As much as I’ve encouraged, even evangelized, the creation of digital portfolios for graduate students, I think the consortium idea, and the price, is a bit daft. Frankly, I’d use some of the excellent blog tools that are already out there. Although BloggerPro doesn’t seem to have a license option, either Manilla or Moveable Type look possible to me as portfolio creation,management and hosting solutions. A school would create a couple of portfolio templates, make them available, add some custom locally written documentation and tutorials, encourage the interested students and faculty to learn the ten basic tags of HTML, and there you are!

More Popular Press and Web Logs in Education

There’s a John Dvorak article on blogs here; he misses the potential, I think, but read it anyway. And thanks to David-Carter Tod, here’s Weblog Ed a blog on web logs in education, from Will Richardson. And yesterday I found another free blog hosting site, one that’s primarily emphasizing community; Grok Soup.

I’m on vacation, sort of, attending Apple’s QuickTime Live conference. Lots of interesting stuff, with several sessions targeting QuickTime in higher ed.

More Open Source for Education

Yes, I’m still looking. I’ve found a couple more sites that are collecting information about open source projects of interest to education. There’s an article in NewsForge about SchoolForge, but the stuff that looks viable to me is mostly at the more traditional sites like Fresh Meat, or CPAN, the mother lode of Perl modules. Which reminds me, there’s now a well organized site at perl.org, for learners.

Software doesn’t have to be New to be Good

Lately I’ve been talking to others in IT who are, like me, interested in solid products with good interfaces,and are taking advantage of stable but geeky standard protocols and unix tools and applications but putting a web front end on them.

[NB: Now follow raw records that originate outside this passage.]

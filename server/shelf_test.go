package main

import (
	"context"
	"encoding/json"
	"fmt"
	"net/http"
	"path/filepath"
	"strings"
	"testing"
	"time"

	"lanternbook/calc"
	"lanternbook/store"
	"lanternbook/web"
)

func TestShelfWithoutBuilds(t *testing.T) {
	p := openShop(t)
	page := p.get("/")
	wantWords(t, page, "Nothing stands here yet", `<form action="/builds" method="post">`, "New build")
	wantNot(t, page, `class="card"`, "0 builds", `href="/bin"`)
}

func TestShelfShowsABuild(t *testing.T) {
	p := openShop(t)
	p.importBuild(tide(t))
	p.importBuild(shelfLight(t))
	page := p.get("/")
	var tideBuild struct {
		Client, Site string
		Tags         []string
	}
	if err := json.Unmarshal([]byte(tide(t)), &tideBuild); err != nil {
		t.Fatal(err)
	}
	wantWords(t, page, "2 builds", "Tide-table case, größe <Ω>", "Shelf light", `href="/builds/1"`, `href="/builds/2"`,
		"12 V brick", "11.8 / 12 / 12.2 V", "2 × 3 amber", "today 09:00", `class="small-columns"`)
	for _, tag := range tideBuild.Tags {
		wantWords(t, page, ">"+tag+"</a>", `href="/?q=`+strings.ReplaceAll(tag, " ", "+")+`"`)
	}
	if strings.Index(page, "Shelf light") > strings.Index(page, "Tide-table") {
		t.Error("the build touched last does not stand first")
	}
	if n := strings.Count(page, `id="hatch-left"`); n != 1 {
		t.Errorf("the hatch that pictures fill with stands on the page %d times, want once", n)
	}
}

type shelfSearchCase struct {
	name  string
	query string
	found []string
	lost  []string
	count string
}

func TestShelfSearch(t *testing.T) {
	p := openShop(t)
	p.importBuild(strings.Replace(titled(t, "Größe Zwölf"), `"ambient"`, `"client": "O'Hara", "site": "Pier 3", "tags": ["boat & van"], "ambient"`, 1))
	p.importBuild(titled(t, "100% dark"))
	for _, c := range []shelfSearchCase{
		{"by a part of the title", "dark", []string{"100% dark"}, []string{"Größe"}, "1 of 2 builds"},
		{"without accents and case", "GROSSE zwolf", []string{"Größe Zwölf"}, []string{"dark"}, "1 of 2 builds"},
		{"by client", "o'hara", []string{"Größe Zwölf"}, []string{"dark"}, "1 of 2 builds"},
		{"by site", "pier", []string{"Größe Zwölf"}, []string{"dark"}, "1 of 2 builds"},
		{"by tag", "boat & van", []string{"Größe Zwölf"}, []string{"dark"}, "1 of 2 builds"},
		{"by a part's name", "amber 5 mm", []string{"Größe Zwölf", "100% dark"}, nil, "2 of 2 builds"},
		{"a sign that searches elsewhere stand for anything", "100%", []string{"100% dark"}, []string{"Größe"}, "1 of 2 builds"},
		{"nothing", "", []string{"Größe Zwölf", "100% dark"}, nil, "2 builds"},
		{"no hit", "amber xyzzy", []string{"No build has all of “amber xyzzy”", "Show the whole shelf"}, []string{"100% dark"}, "0 of 2 builds"},
	} {
		t.Run(c.name, func(t *testing.T) {
			address := shelfAddress(c.query)
			page := p.get(address)
			wantWords(t, page, append(c.found, c.count)...)
			wantNot(t, page, c.lost...)

			cards := p.do(http.MethodGet, address, "", "HX-Request", "true")
			cards.wantStatus(t, http.StatusOK)
			wantWords(t, cards.body, append(c.found, c.count)...)
			wantNot(t, cards.body, append(c.lost, "<html", `name="q"`)...)
			if got := cards.header.Get("HX-Replace-Url"); got != address {
				t.Errorf("by script the address becomes %q, want %q", got, address)
			}
			if got := cards.header.Get("Vary"); !strings.Contains(got, "HX-Request") {
				t.Errorf("Vary is %q: a browser could show the cards alone as the page", got)
			}
		})
	}
}

// A build is found by what its LEDs look like, and by any part in it.
func TestShelfFindsColoursAndEveryPart(t *testing.T) {
	p := openShop(t)
	p.importBuild(strings.Replace(titled(t, "Nanometres"), `"colour": "amber", "wavelength": 590`, `"wavelength": 605`, 1))
	p.importBuild(strings.Replace(titled(t, "Spares"), `"parts": {`, `"parts": {"m1": {"type": "nmos", "name": "Foot switch", "maker_code": "FET-9"}, `, 1))
	for query, found := range map[string]string{"orange": "Nanometres", "foot switch": "Spares", "fet-9": "Spares"} {
		wantWords(t, p.get(shelfAddress(query)), found, "1 of 2 builds")
	}
}

func TestShelfKeepsTheQueryInItsField(t *testing.T) {
	p := openShop(t)
	wantWords(t, p.get(`/?q=%22%3E%3Cscript%3E`), `value=""><script>"`)
	wantNot(t, p.get(`/?q=%22%3E%3Cscript%3Ealert`), "<script>alert")
}

func TestLongShelf(t *testing.T) {
	p := openShop(t)
	for i := range shownAtFirst + 3 {
		p.importBuild(titled(t, fmt.Sprintf("Lamp %d", i)))
	}
	page := p.get("/")
	if n := strings.Count(page, `class="card"`); n != shownAtFirst {
		t.Errorf("%d cards at first, want %d", n, shownAtFirst)
	}
	wantWords(t, page, "63 builds", "Show all 63", `href="/?all=1&q="`)
	if n := strings.Count(p.get("/?all=1&q=lamp"), `class="card"`); n != shownAtFirst+3 {
		t.Errorf("%d cards when asked for all, want %d", n, shownAtFirst+3)
	}
}

func TestHostileTexts(t *testing.T) {
	p := openShop(t)
	const evil = `</h2><script>alert(1)</script><img src=x onerror=alert(2)>"'`
	quoted, err := json.Marshal(evil)
	if err != nil {
		t.Fatal(err)
	}
	document := strings.NewReplacer(`"Shelf light"`, string(quoted), `"12 V brick"`, string(quoted), `"A"`, string(quoted), `"Amber 5 mm"`, string(quoted),
		`"amber", "wavelength": 590`, string(quoted)).Replace(shelfLight(t))
	document = strings.Replace(document, `"ambient"`, `"client": `+string(quoted)+`, "site": `+string(quoted)+`, "tags": [`+string(quoted)+`], "ambient"`, 1)
	p.importBuild(document)
	deleted := p.press("/builds/1/copy", nil)
	if deleted != "/builds/2#"+web.FieldID("/title") {
		t.Fatalf("the copy is at %q", deleted)
	}
	p.press("/builds/2/delete", nil)
	for _, address := range []string{"/", "/?q=alert", "/?gone=2", "/bin"} {
		page := p.get(address)
		wantNot(t, page, "<script>alert", "<img")
		wantWords(t, page, evil)
	}
}

func TestNewBuildFromTheShelf(t *testing.T) {
	p := openShop(t)
	if at := p.press("/builds", nil); at != "/builds/1#"+web.FieldID("/title") {
		t.Errorf("the new build opens at %q, not on its title", at)
	}
	wantWords(t, p.get("/"), "New build", "3 neutral white")
}

func TestCopyBuild(t *testing.T) {
	p := openShop(t)
	address := p.importBuild(tide(t))
	if at := p.press("/builds/1/copy", nil); at != "/builds/2#"+web.FieldID("/title") {
		t.Errorf("the copy opens at %q", at)
	}
	original := p.get(address)
	if original != tide(t) {
		t.Error("the original changed")
	}
	want := strings.Replace(original, "Tide-table case, größe <Ω>", "Tide-table case, größe <Ω>, copy", 1)
	wantJSON(t, p.get("/api/builds/2"), want)
	wantWords(t, p.get("/?q=copy"), "1 of 2 builds", "Tide-table case, größe <Ω>, copy")
	p.post("/builds/77/copy", nil).wantStatus(t, http.StatusNotFound)
}

func TestDeleteAndBringBack(t *testing.T) {
	p := openShop(t)
	address := p.importBuild(shelfLight(t))
	before := p.get(address)
	shelf := p.press("/builds/1/delete", nil)

	for range 2 { // the notice stands after a reload too
		page := p.get(shelf)
		wantWords(t, page, "“Shelf light” is in the bin.", "bring it back", `action="/builds/1/restore"`, "Bin: 1 build")
		wantNot(t, page, `class="card"`)
	}
	wantWords(t, p.get("/bin"), "Shelf light", "deleted today 09:00", `action="/builds/1/restore"`)
	p.do(http.MethodGet, address, "").wantStatus(t, http.StatusNotFound)
	p.post("/builds/1/delete", nil).wantStatus(t, http.StatusNotFound)

	if at := p.press("/builds/1/restore", nil); at != "/#build-1" {
		t.Errorf("brought back, the shelf opens at %q", at)
	}
	wantNot(t, p.get(shelf), "in the bin", `href="/bin"`)
	if p.get(address) != before {
		t.Error("what came back is not what went")
	}
	p.press("/builds/1/restore", nil) // a second press, from a page left open
	wantWords(t, p.get("/bin"), "The bin is empty")
}

func TestGoneWithoutSuchABuild(t *testing.T) {
	p := openShop(t)
	p.importBuild(shelfLight(t))
	for _, gone := range []string{"1", "99", "x", "-1", ""} {
		wantNot(t, p.get("/?gone="+gone), "is in the bin")
	}
}

func TestNothingChangesByGET(t *testing.T) {
	p := openShop(t)
	p.importBuild(shelfLight(t))
	for _, address := range []string{"/builds", "/builds/1/copy", "/builds/1/delete", "/builds/1/restore", "/backup"} {
		p.do(http.MethodGet, address, "").wantStatus(t, http.StatusMethodNotAllowed)
	}
	for _, address := range []string{"/builds", "/builds/1/copy", "/builds/1/delete", "/backup", "/import", "/drawer"} {
		p.do(http.MethodPost, address, "", "Content-Type", formType, "Sec-Fetch-Site", "cross-site").wantStatus(t, http.StatusForbidden)
	}
	wantWords(t, p.get("/"), "1 build")
}

func TestDownloadDocument(t *testing.T) {
	p := openShop(t)
	p.importBuild(tide(t))
	a := p.do(http.MethodGet, "/builds/1/document", "")
	a.wantStatus(t, http.StatusOK)
	if a.body != tide(t) {
		t.Error("the file is not the document byte for byte")
	}
	if got, want := a.header.Get("Content-Disposition"), `attachment; filename="tide-table-case-grosse-ohm.json"`; got != want {
		t.Errorf("Content-Disposition %q, want %q", got, want)
	}
	p.importBuild(titled(t, `灯`))
	if got := p.do(http.MethodGet, "/builds/2/document", "").header.Get("Content-Disposition"); got != `attachment; filename="build-2.json"` {
		t.Errorf("a title without letters makes %q", got)
	}
	p.do(http.MethodGet, "/builds/3/document", "").wantStatus(t, http.StatusNotFound)
}

func TestBackup(t *testing.T) {
	temporary := t.TempDir()
	t.Setenv("TMPDIR", temporary)
	p := openShop(t)
	p.importBuild(tide(t))
	a := p.post("/backup", nil)
	a.wantStatus(t, http.StatusOK)
	if got, want := a.header.Get("Content-Disposition"), `attachment; filename="lanternbook-2026-03-14.db"`; got != want {
		t.Errorf("Content-Disposition %q, want %q", got, want)
	}
	path := filepath.Join(t.TempDir(), "copy.db")
	writeFile(t, path, a.body)
	st, err := store.Open(context.Background(), path, time.Now)
	if err != nil {
		t.Fatal(err)
	}
	defer func() { _ = st.Close() }()
	kept, err := st.Build(context.Background(), 1)
	if err != nil || string(kept.Document) != tide(t) {
		t.Errorf("the copy's build: %v, %.60s", err, kept.Document)
	}
	p.http.Close() // waits until the answer is done with
	if left, err := filepath.Glob(filepath.Join(temporary, "lanternbook-backup-*")); err != nil || len(left) > 0 {
		t.Errorf("left behind: %v, %v", left, err)
	}
}

type ledWordsCase struct {
	name    string
	strings []cardString
	more    int
	want    string
}

func TestLEDWords(t *testing.T) {
	stack := func(part string, n int) cardStack { return cardStack{Part: part, Quantity: n} }
	for _, c := range []ledWordsCase{
		{"several alike", []cardString{{Quantity: 4, Stacks: []cardStack{stack("w", 6)}}}, 0, "4 × 6 warm white"},
		{"one", []cardString{{Quantity: 1, Stacks: []cardStack{stack("a", 2)}}}, 0, "2 amber"},
		{"two types in a string", []cardString{{Quantity: 3, Stacks: []cardStack{stack("a", 4), stack("r", 3)}}}, 0, "3 × (4 amber + 3 red)"},
		{"two types in one string", []cardString{{Quantity: 1, Stacks: []cardStack{stack("a", 4), stack("r", 3)}}}, 0, "4 amber + 3 red"},
		{"strings alike are told once", []cardString{{Quantity: 4, Stacks: []cardStack{stack("w", 6)}}, {Quantity: 1, Stacks: []cardStack{stack("a", 2)}}, {Quantity: 5, Stacks: []cardStack{stack("w", 6)}}}, 0, "9 × 6 warm white, 2 amber"},
		{"more than a card holds", []cardString{{Quantity: 2, Stacks: []cardStack{stack("r", 5)}}}, 3, "2 × 5 red and more, 90 in all"},
		{"a string without LEDs", []cardString{{Quantity: 2}}, 0, "none"},
		{"none", nil, 0, "none"},
	} {
		t.Run(c.name, func(t *testing.T) {
			kelvin, red := 2900.0, 627.0
			got := ledWords(card{Strings: c.strings, More: c.more, LEDs: 90, Parts: map[string]cardLED{
				"w": {CCT: &kelvin}, "a": {Colour: "Amber"}, "r": {Wavelength: &red},
			}})
			if got != c.want {
				t.Errorf("%q, want %q", got, c.want)
			}
		})
	}
}

type brokenCardCase struct {
	name string
	card string
	want string
}

func TestCardsWithoutPicture(t *testing.T) {
	for _, c := range []brokenCardCase{
		{"no card", "", "no picture"},
		{"a card of another shape", `{"strings": 5}`, "no picture"},
		{"no strings", `{"strings": []}`, "no strings yet"},
		{"not solved", `{"strings": [{"label": "A", "quantity": 1}], "more": 2}`, "not solved"},
	} {
		t.Run(c.name, func(t *testing.T) {
			v := cardView(store.Build{ID: 7, Summary: store.Summary{Card: []byte(c.card), Verdict: ""}}, time.Now())
			if v.Stage != c.want || len(v.Picture.Columns) != 0 {
				t.Errorf("says %q with %d columns, want %q", v.Stage, len(v.Picture.Columns), c.want)
			}
			if v.Title != "Build 7" || v.Verdict.Class != string(calc.Unknown) {
				t.Errorf("title %q, verdict %q", v.Title, v.Verdict.Class)
			}
		})
	}
}
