package main

import (
	"context"
	"fmt"
	"testing"

	"lanternbook/calc"
	"lanternbook/store"
)

// drawerOf is parts of the drawer by key and document.
func drawerOf(pairs ...string) []store.Part {
	var parts []store.Part
	for i := 0; i+1 < len(pairs); i += 2 {
		parts = append(parts, store.Part{Key: pairs[i], Document: []byte(pairs[i+1])})
	}
	return parts
}

const (
	redLED   = `{"type": "led", "colour": "red", "test_current": 0.02, "forward_voltage": 2, "max_current": 0.03, "max_junction": 100, "rth_junction_ambient": 300, "luminous_flux": 2}`
	whiteLED = `{"type": "led", "colour": "white", "test_current": 0.06, "forward_voltage": 3, "max_current": 0.09}`
	tallLED  = `{"type": "led", "colour": "white", "test_current": 0.02, "forward_voltage": 3.5, "max_current": 0.03}`
	dimLED   = `{"type": "led", "colour": "white", "test_current": 0.002, "forward_voltage": 2.8}`
	weakLED  = `{"type": "led", "colour": "white", "test_current": 0.02, "forward_voltage": 2.8, "max_current": 0.01}`
	smallNPN = `{"type": "npn", "max_collector_emitter_voltage": 45, "max_collector_current": 0.1, "max_power": 0.5, "vbe_on": {"volts": 0.7, "at": 0.002}}`
	powerNPN = `{"type": "npn", "max_collector_emitter_voltage": 100, "max_collector_current": 6, "max_power": 2, "max_junction": 150, "rth_junction_ambient": 62, "hfe": 60}`
	lowNPN   = `{"type": "npn", "max_collector_emitter_voltage": 20, "max_power": 0.5}`
	aPNP     = `{"type": "pnp", "max_collector_emitter_voltage": 45, "max_power": 0.5}`
	broken   = `{"type": "led", "colour": 5}`
)

type newBuildCase struct {
	name     string
	drawer   []store.Part
	led, npn string
	ohms     float64 // of the sense resistor
}

func TestNewBuildPicksParts(t *testing.T) {
	for _, c := range []newBuildCase{
		{"an empty drawer", nil, "generic-white-led", "generic-npn", 33},
		{"white before red, small before strong", drawerOf("a-red", redLED, "b-white", whiteLED, "c-power", powerNPN, "d-small", smallNPN), "b-white", "d-small", 36},
		{"red where there is no white", drawerOf("red", redLED, "power", powerNPN), "red", "power", 33},
		{"LEDs that do not fit three high are passed over", drawerOf("tall", tallLED, "red", redLED), "red", "generic-npn", 33},
		{"a transistor that cannot stand the supply is passed over", drawerOf("low", lowNPN, "pnp", aPNP), "generic-white-led", "generic-npn", 33},
		{"an LED of little current", drawerOf("dim", dimLED), "dim", "generic-npn", 330},
		{"an LED that must not have what it is tested at", drawerOf("weak", weakLED), "weak", "generic-npn", 82},
		{"a part that cannot be read is passed over", drawerOf("broken", broken, "also", "no JSON"), "generic-white-led", "generic-npn", 33},
		{"of two alike the first by key", drawerOf("z", whiteLED, "m", whiteLED), "m", "generic-npn", 33},
	} {
		t.Run(c.name, func(t *testing.T) {
			b, err := calc.Read(newBuild(c.drawer))
			if err != nil {
				t.Fatal(err)
			}
			s := b.Strings[0]
			sink := s.Driver.TwoTransistor
			if s.LEDs[0].Part != c.led || s.LEDs[0].Quantity != 3 || sink == nil || sink.Pass != c.npn || sink.Sensor != c.npn {
				t.Fatalf("string %+v, driver %+v; want %s and %s", s, sink, c.led, c.npn)
			}
			if sink.Sense.Ohms != c.ohms {
				t.Errorf("sense %v Ω, want %v", sink.Sense.Ohms, c.ohms)
			}
			v := b.Supply.Voltage
			if v.Min != 11.4 || v.Typ != 12 || v.Max != 12.6 {
				t.Errorf("supply %+v, want 12 V with 5 %% either way", v)
			}
			if len(b.Parts) != 2 {
				t.Errorf("%d parts, want the two that are used", len(b.Parts))
			}
			report, err := calc.Check(b)
			if err != nil {
				t.Fatal(err)
			}
			for _, f := range report.Findings {
				if f.Severity == calc.Fail {
					t.Errorf("a new build fails: %s: %s", f.Code, f.Message)
				}
			}
		})
	}
}

func TestNewBuildFromTheSeededDrawer(t *testing.T) {
	p := openShop(t)
	p.stockFromSeed()
	at := p.press("/builds", nil)
	var id int64
	if _, err := fmt.Sscanf(at, "/builds/%d", &id); err != nil {
		t.Fatalf("the new build opens at %q", at)
	}
	b, err := p.s.store.Build(context.Background(), id)
	if err != nil {
		t.Fatal(err)
	}
	if b.Summary.Verdict != string(calc.Pass) {
		t.Errorf("verdict %q, want a start on firm ground; %s", b.Summary.Verdict, b.Document)
	}
	document, err := calc.Read(b.Document)
	if err != nil {
		t.Fatal(err)
	}
	for key := range document.Parts {
		if _, err := p.s.store.Part(context.Background(), key); err != nil {
			t.Errorf("part %q is not of the drawer: %v", key, err)
		}
	}
}
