package main

import (
	"bytes"
	"html"
	"mime/multipart"
	"net/http"
	"strings"
	"testing"
)

// bringIn sends the import page's form, with a file when it has a name.
func (p *shop) bringIn(name, file, text string) answer {
	p.t.Helper()
	var body bytes.Buffer
	w := multipart.NewWriter(&body)
	part, err := w.CreateFormFile("document", name)
	if err != nil {
		p.t.Fatal(err)
	}
	if _, err := part.Write([]byte(file)); err != nil {
		p.t.Fatal(err)
	}
	if err := w.WriteField("text", text); err != nil {
		p.t.Fatal(err)
	}
	if err := w.Close(); err != nil {
		p.t.Fatal(err)
	}
	return p.do(http.MethodPost, "/import", body.String(), "Content-Type", w.FormDataContentType(), "Sec-Fetch-Site", "same-origin")
}

func TestImportTakesAFileOrItsText(t *testing.T) {
	p := openShop(t)
	wantWords(t, p.get("/import"), `enctype="multipart/form-data"`, `type="file"`)

	a := p.bringIn("tide.json", tide(t), "")
	a.wantStatus(t, http.StatusSeeOther)
	if got := a.header.Get("Location"); got != "/builds/1" {
		t.Errorf("the build opens at %q", got)
	}
	if p.get("/api/builds/1") != tide(t) {
		t.Error("the document is not kept byte for byte")
	}

	p.bringIn("", "", titled(t, "From text")).wantStatus(t, http.StatusSeeOther)
	p.bringIn("shelf.json", titled(t, "From the file"), titled(t, "Not this one")).wantStatus(t, http.StatusSeeOther)
	p.bringIn("bom.json", "\ufeff"+titled(t, "With a mark of byte order"), "").wantStatus(t, http.StatusSeeOther)
	page := p.get("/")
	wantWords(t, page, "4 builds", "From text", "From the file", "With a mark of byte order")
	wantNot(t, page, "Not this one")
}

type refusedCase struct {
	name  string
	file  string
	text  string
	words []string
}

func TestImportRefuses(t *testing.T) {
	p := openShop(t)
	magic := strings.Replace(shelfLight(t), `"kind": "resistor"`, `"kind": "magic"`, 1)
	unknown := strings.Replace(shelfLight(t), `"max_current": 1}`, `"max_current": 1, "</textarea><script>alert": 1}`, 1)
	for _, c := range []refusedCase{
		{"nothing at all", "", "", []string{"Choose a file, or put its text below"}},
		{"blanks", "", "  \n ", []string{"Choose a file, or put its text below"}},
		{"no JSON", "", "hello", []string{"hello", "1 thing is wrong"}},
		{"a kind of driver that does not exist", magic, "", []string{"/strings/0/driver/kind", "line 9", "magic"}},
		{"an unknown key, with markup in it", "", unknown, []string{"/supply/<~1textarea><script>alert", `"</textarea><script>alert": 1}`}},
		{"bytes that are no text", "\xff\xfe\x00{", "", []string{"That file is no text"}},
	} {
		t.Run(c.name, func(t *testing.T) {
			name := ""
			if c.file != "" {
				name = "build.json"
			}
			a := p.bringIn(name, c.file, c.text)
			a.wantStatus(t, http.StatusUnprocessableEntity)
			wantWords(t, a.body, c.words...)
			wantNot(t, a.body, "<script>alert")
		})
	}
	wantWords(t, p.get("/"), "Nothing stands here yet")
}

func TestImportKeepsTheRefusedText(t *testing.T) {
	p := openShop(t)
	refused := strings.Replace(shelfLight(t), `"ohms": 330`, `"ohms": -330`, 1)
	a := p.bringIn("build.json", refused, "")
	a.wantStatus(t, http.StatusUnprocessableEntity)
	_, rest, _ := strings.Cut(a.body, `<textarea id="text"`)
	m := textareas.FindStringSubmatch(`<textarea id="text"` + rest)
	if m == nil {
		t.Fatal("the page has no field for the text")
	}
	kept := strings.TrimPrefix(m[2], "\n")
	a = p.bringIn("", "", strings.Replace(html.UnescapeString(kept), "-330", "330", 1))
	a.wantStatus(t, http.StatusSeeOther)
	wantJSON(t, p.get("/api/builds/1"), shelfLight(t))
}

func TestImportTooLarge(t *testing.T) {
	p := openShop(t)
	p.bringIn("big.json", strings.Repeat(" ", pageBody+1), "").wantStatus(t, http.StatusRequestEntityTooLarge)
	p.do(http.MethodPost, "/import", "{}", "Content-Type", "application/json").wantStatus(t, http.StatusBadRequest)
}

I’ve been thinking about doing this with an NNTP server. Network News Transport Protocol is what makes UseNet newsgroups work, from a server perspective. Most of the discussion board products are monolingual; UseNet News is not, and readers are designed to support pretty much any language someone would post to UseNet in. News is threaded, and there are a number of ways to integrate HTML front ends. Why not use News as a discussion bard?

There are scads of News servers, but I keep hearing about DNews News Server, which runs on Macs, among other platforms. It’s particularly interesting since user authorization controls allow read and/or post access to be restricted for particular users or newsgroups; NetWin, the developer, also offers dBabble, chat server and webNews, a .cgi for a web front end to a news server. NewsRunner is a neat Mac application you can point to your News Server, and it will convert posts to HTML, text, digest form, email, or database and archive them. We were early adopters of Web Crossing, which supports UseNet news groups via the web or a client, email, private discussion boards with customizable templates, chat, and ssl connections.